The President also called on leaders of political parties to explain their stance on religious issues to the public ahead of the 2013 presidential election.
“Should we ban music? Should we circumcise girls? Should we allow 9 year-olds to be married; is art and drawing forbidden? Should we be allowed to have concubines? We have to ask is this nation building? Because we won’t allow these things, we are being accused of moving away from religion,” he said.
Nasheed also urged MPs to discuss the inclusion of Sharia punishments in a revised penal code “without calling each other unbelievers.”
“At this moment we may not realise how important this gathering is, but years down the line we will look back and realise this was a crucial moment,” he said.
“I asked you to come here in support of the middle, tolerant path. And I believe that most citizens want to continue our traditional form of Islam,” the President said.
“This is because their rallying call was based on a lie – that Islam is under threat in the Maldives,” he said. “It also proves most Maldivians want toleration and not the introduction of extreme punishments such as stoning, amputation and genital mutilation of girls.”
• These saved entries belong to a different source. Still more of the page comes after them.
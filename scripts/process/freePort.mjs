import net from 'node:net';
import { Problem } from '../progress.mjs';

function canListen(port, host) {
  return new Promise((resolve) => {
    const probe = net.createServer();
    probe.once('error', (error) => resolve(error.code === 'EAFNOSUPPORT' || error.code === 'EADDRNOTAVAIL'));
    probe.listen({ port, host, exclusive: true }, () => probe.close(() => resolve(true)));
  });
}

/** True when nobody listens on the port, neither on loopback nor on all addresses. */
export async function isPortFree(port) {
  for (const host of ['127.0.0.1', '0.0.0.0', '::']) {
    if (!(await canListen(port, host))) return false;
  }
  return true;
}

/** The wanted port, or the next free one above it. */
export async function nextFreePort(wanted) {
  for (let port = wanted; port <= Math.min(wanted + 100, 65_535); port++) {
    if (await isPortFree(port)) return port;
  }
  throw new Problem(`No free port from ${wanted} to ${Math.min(wanted + 100, 65_535)}. Set PORT to another number.`);
}

/** A port on loopback that the system picks. */
export function anyFreePort() {
  return new Promise((resolve, reject) => {
    const probe = net.createServer();
    probe.once('error', reject);
    probe.listen({ port: 0, host: '127.0.0.1' }, () => {
      const { port } = probe.address();
      probe.close(() => resolve(port));
    });
  });
}

/** Reads PORT; empty means 3000. */
export function wantedPort(text = process.env.PORT) {
  if (text === undefined || text === '') return 3000;
  const port = Number(text);
  if (Number.isInteger(port) && port >= 1 && port <= 65_535) return port;
  throw new Problem(`PORT is "${text}"; a whole number from 1 to 65535 is needed.`);
}
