describe('real pictures', () => {
  /** Area and means at cell centres of five census tracts, computed with OGR/GDAL 3.6.2 and numpy on the original pixels. */
  const tracts = {
    332: { m2: 898_840.37, ndvi: 0.27308, dem: 37.12 },
    333: { m2: 474_100.59, ndvi: 0.26762, dem: 47.9 },
    334: { m2: 985_636.03, ndvi: 0.26086, dem: 40.86 },
    338: { m2: 1_262_684.76, ndvi: 0.25973, dem: 47.77 },
    341: { m2: 516_894.79, ndvi: 0.16632, dem: 45.15 },
  };

  it('areas, NDVI of Landsat digital numbers and elevation agree with GDAL, five blocks from one file each', async () => {
    const real = await app.addEstate('Olinda');
    const owner = await app.as(real.ownerEmail);
    const path = `/api/estates/${real.estateId}`;
    const attach = async (name: string) => (await owner.write('post', `${path}/imports`).attach('files', readFileSync(`tests/fixtures/rasters/${name}`), name)).body.items[0];
    const place = async (importId: string, answers: object) => {
      const { body } = await owner.patch(`${path}/imports/${importId}`, { answers });
      expect(body.state, JSON.stringify(body)).toBe('ready');
      expect(await jobEnd(owner, path, body.jobId)).toMatchObject({ state: 'done', result: { blocks: 5 } });
    };
    const shapes = await attach('tracts.shp.zip');
    const { outlines } = (await owner.patch(`${path}/imports/${shapes.id}`, { answers: { purpose: 'boundary', nameField: 'tract' } })).body;
    await owner.post(`${path}/imports/${shapes.id}/blocks`, { blocks: outlines.map(({ index, name }: { index: number; name: string }) => ({ outline: index, name, cellSizeM: 10, rowSpacingM: 12, vineSpacingM: 12 })) });
    const picture = await attach('l7_red_nir.tif');
    await place(picture.id, { purpose: 'vigour', value: 'ndvi', redBand: 1, nirBand: 2, capturedOn: null, alleys: 'unknown', growthStage: 'unknown' });
    await place((await attach('dem.tif')).id, { purpose: 'elevation', unit: 'm' });
    const blocks = (await owner.get(`${path}/blocks`)).body.items as { id: string; name: string; areaHa: number }[];
    expect(blocks.map((block) => block.name)).toEqual(Object.keys(tracts));
    for (const block of blocks) {
      const expected = tracts[block.name as unknown as keyof typeof tracts];
      expect(Math.abs(block.areaHa * 10_000 - expected.m2) / expected.m2).toBeLessThan(1e-5);
      const on = (await owner.get(`${path}/blocks/${block.id}/layers`)).body.items as { type: string; statistics: { mean: number }; coverage: number }[];
      // Cells of 10 m share pixels of 28.5 m across the outline, the reference takes whole pixels: means differ in the third digit.
      expect(Math.abs(on.find((layer) => layer.type === 'vigour')!.statistics.mean - expected.ndvi)).toBeLessThan(0.004);
      expect(Math.abs(on.find((layer) => layer.type === 'elevation')!.statistics.mean - expected.dem)).toBeLessThan(0.3);
      expect(on.every((layer) => layer.coverage > 0.99)).toBe(true);
    }
  });
});
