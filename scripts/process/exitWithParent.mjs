// Preloaded into the programs that a script starts (node --import). The channel to the script breaks when the script
// ends, by kill -9 too; then the program is asked to stop as by SIGTERM, so that none is left holding its port.
const graceMs = 10_000;

process.once('disconnect', () => {
  process.kill(process.pid, 'SIGTERM');
  setTimeout(() => process.exit(1), graceMs).unref();
});
process.channel?.unref();
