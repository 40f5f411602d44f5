import type { RipeningView } from '../../../shared/contracts/results.ts';
import { Missing } from '../../errors.ts';
import { Reading } from '../../models/Reading.ts';
import { Season } from '../../models/Season.ts';
import { Zoning } from '../../models/Zoning.ts';
import { say } from '../../sentences/say.ts';

export interface SeasonOfBlock {
  season: Season;
  zoning: Zoning;
  /** Name of the season whose zones are shown, where the season asked for had none of its own. */
  zonesFrom: string | null;
}

/**
 * A season of a block with the zones that its readings are told apart by: those last in force in it (at a moment: by
 * then). Readings of a season without zones of its own, such as those of an earlier table, are read by the newest zones.
 */
export async function seasonOfBlock(estateId: string, blockId: string, { seasonId, until }: { seasonId: string | null; until: Date | null }): Promise<SeasonOfBlock> {
  const newest = await newestZones(estateId, blockId, { until, seasonId: null });
  if (!newest) throw new Missing(until === null ? say('noZonesInForce') : say('noZonesInForceThen'));
  const season = await Season.query().findOne({ estateId, id: seasonId ?? newest.seasonId });
  if (!season) throw new Missing(say('unknownSeason'));
  const own = season.id === newest.seasonId ? newest : await newestZones(estateId, blockId, { until, seasonId: season.id });
  if (own) return { season, zoning: own, zonesFrom: null };
  const { name } = await Season.query().findOne({ estateId, id: newest.seasonId }).throwIfNotFound();
  return { season, zoning: newest, zonesFrom: name };
}

/** Zones in force now, or the last ones that were published by a moment or in a season. */
async function newestZones(estateId: string, blockId: string, { until, seasonId }: { until: Date | null; seasonId: string | null }): Promise<Zoning | undefined> {
  const query = Zoning.query().where({ estateId, blockId }).orderByRaw('published_at desc nulls last');
  if (seasonId !== null) query.where({ seasonId });
  if (until !== null) query.where('publishedAt', '<=', until);
  else if (seasonId === null) query.where({ state: 'live' });
  else query.whereIn('state', ['live', 'retired']);
  return query.first();
}

/** Closed, or past its last day with a later one begun: until then people still work in the old one. */
export async function isSeasonOver(estateId: string, { closedAt, startsOn, endsOn }: Season, today: string): Promise<boolean> {
  if (closedAt !== null) return true;
  return endsOn < today && (await Season.query().where({ estateId }).where('startsOn', '>', startsOn).where('startsOn', '<=', today).resultSize()) > 0;
}

/** Every season of the estate, newest first, with how many readings the block has in it. */
export async function seasonsOfBlock(estateId: string, blockId: string): Promise<RipeningView['seasons']> {
  const [seasons, counts] = await Promise.all([
    Season.query().where({ estateId }).orderBy('startsOn', 'desc').select('id', 'name'),
    Reading.query().where({ estateId, blockId }).groupBy('seasonId').select('seasonId').count('id as readings') as unknown as Promise<{ seasonId: string; readings: number }[]>,
  ]);
  return seasons.map(({ id, name }) => ({ id, name, readings: Number(counts.find(({ seasonId }) => seasonId === id)?.readings ?? 0) }));
}
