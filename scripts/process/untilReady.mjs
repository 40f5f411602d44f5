import http from 'node:http';
import { setTimeout as sleep } from 'node:timers/promises';

/**
 * Asks once and answers with what happened: "ready" for a 2xx status, else words for a message. It has a connection of
 * its own and an end by the clock, so that one that hangs is one try and not the last; nothing of the environment, such
 * as a proxy, stands between.
 */
function askOnce(url, tryMs) {
  return new Promise((resolve) => {
    const request = http.get(url, { agent: false });
    const timer = setTimeout(() => {
      resolve(`no answer within ${tryMs / 1000} s`);
      request.destroy();
    }, tryMs);
    request.once('response', (response) => {
      response.resume();
      resolve(response.statusCode >= 200 && response.statusCode < 300 ? 'ready' : `status ${response.statusCode}`);
    });
    request.on('error', (error) => resolve(error.code ?? error.message));
    request.once('close', () => clearTimeout(timer));
  });
}

/**
 * Waits until an address answers with a 2xx status. Answers null then, or when `isRunning` says that there is nothing to
 * wait for; after `withinMs` a sentence about what was tried. The last try begins when the time is over, since the
 * machine may have slept meanwhile.
 */
export async function waitForAnswer(url, { isRunning, withinMs = 60_000, tryMs = 5_000, pauseMs = 100 }) {
  const begun = Date.now();
  const outcomes = new Map();
  while (isRunning()) {
    const isLast = Date.now() - begun >= withinMs;
    const outcome = await askOnce(url, tryMs);
    if (outcome === 'ready') return null;
    outcomes.set(outcome, (outcomes.get(outcome) ?? 0) + 1);
    if (isLast) return `Asked in ${Math.round((Date.now() - begun) / 1000)} s: ${[...outcomes].map(([what, times]) => `${what} (${times}×)`).join(', ')}.`;
    await sleep(pauseMs);
  }
  return null;
}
“The government today is breaching the Islamic values everyday. It is already too late to protest. But we need to stop President Nasheed from speaking against Islam. That’s why I am here,” said one 35 year old woman protesting at the Tsunami Memorial.
“I am not at the MDP rally because they are calling for moderate Islam. We don’t want that. We want 100 percent, full Islam in Maldives,” said another participant.
“Islam calls for flogging, stoning and hand amputation. But President Nasheed speaks against these Islamic penalties openly. That means he’s not following Islam. He wants music, he wants adultery and alcoholism to takeover us,” a woman alleged.
The women argued that these bodies are not the ones allowing Israeli flights to land in Maldives, or which approved the monuments in Addu, which they claim are religious idols.
“It is the government that is responsible for these things. Besides we are not allowed to protest outside the parliament and courts. So we are raising our concerns here.”
One observer of the MDP rally clarified that, “This protest is not related to Islam in any way, they are just doing it because they like to protest.”
Other onlookers were more circumspect.
A man who attended the MDP rally said he was happy that there was no violence. “This is how the protests should be. People have now expressed what they want. Let the public decide.”
“I am here to defend Islam. Not to take any sides. The government is doing things that are conflicting with the Islamic values we have been following,” claimed a man wearing a t-shirt reading “one religion”.
According to him, allowing Israeli flights to land in Maldives, closing down Arabiya (Islamic) School and keeping monuments in Addu is all part of the government’s conspiracy to eradicate Islam from the Maldives.
“I am just here to watch what is happening because it is my country,” a man said.
Ahmed Naish, Ahmed Nazeer, Hawwa Lubna and Eleanor Johnstone contributed to this article.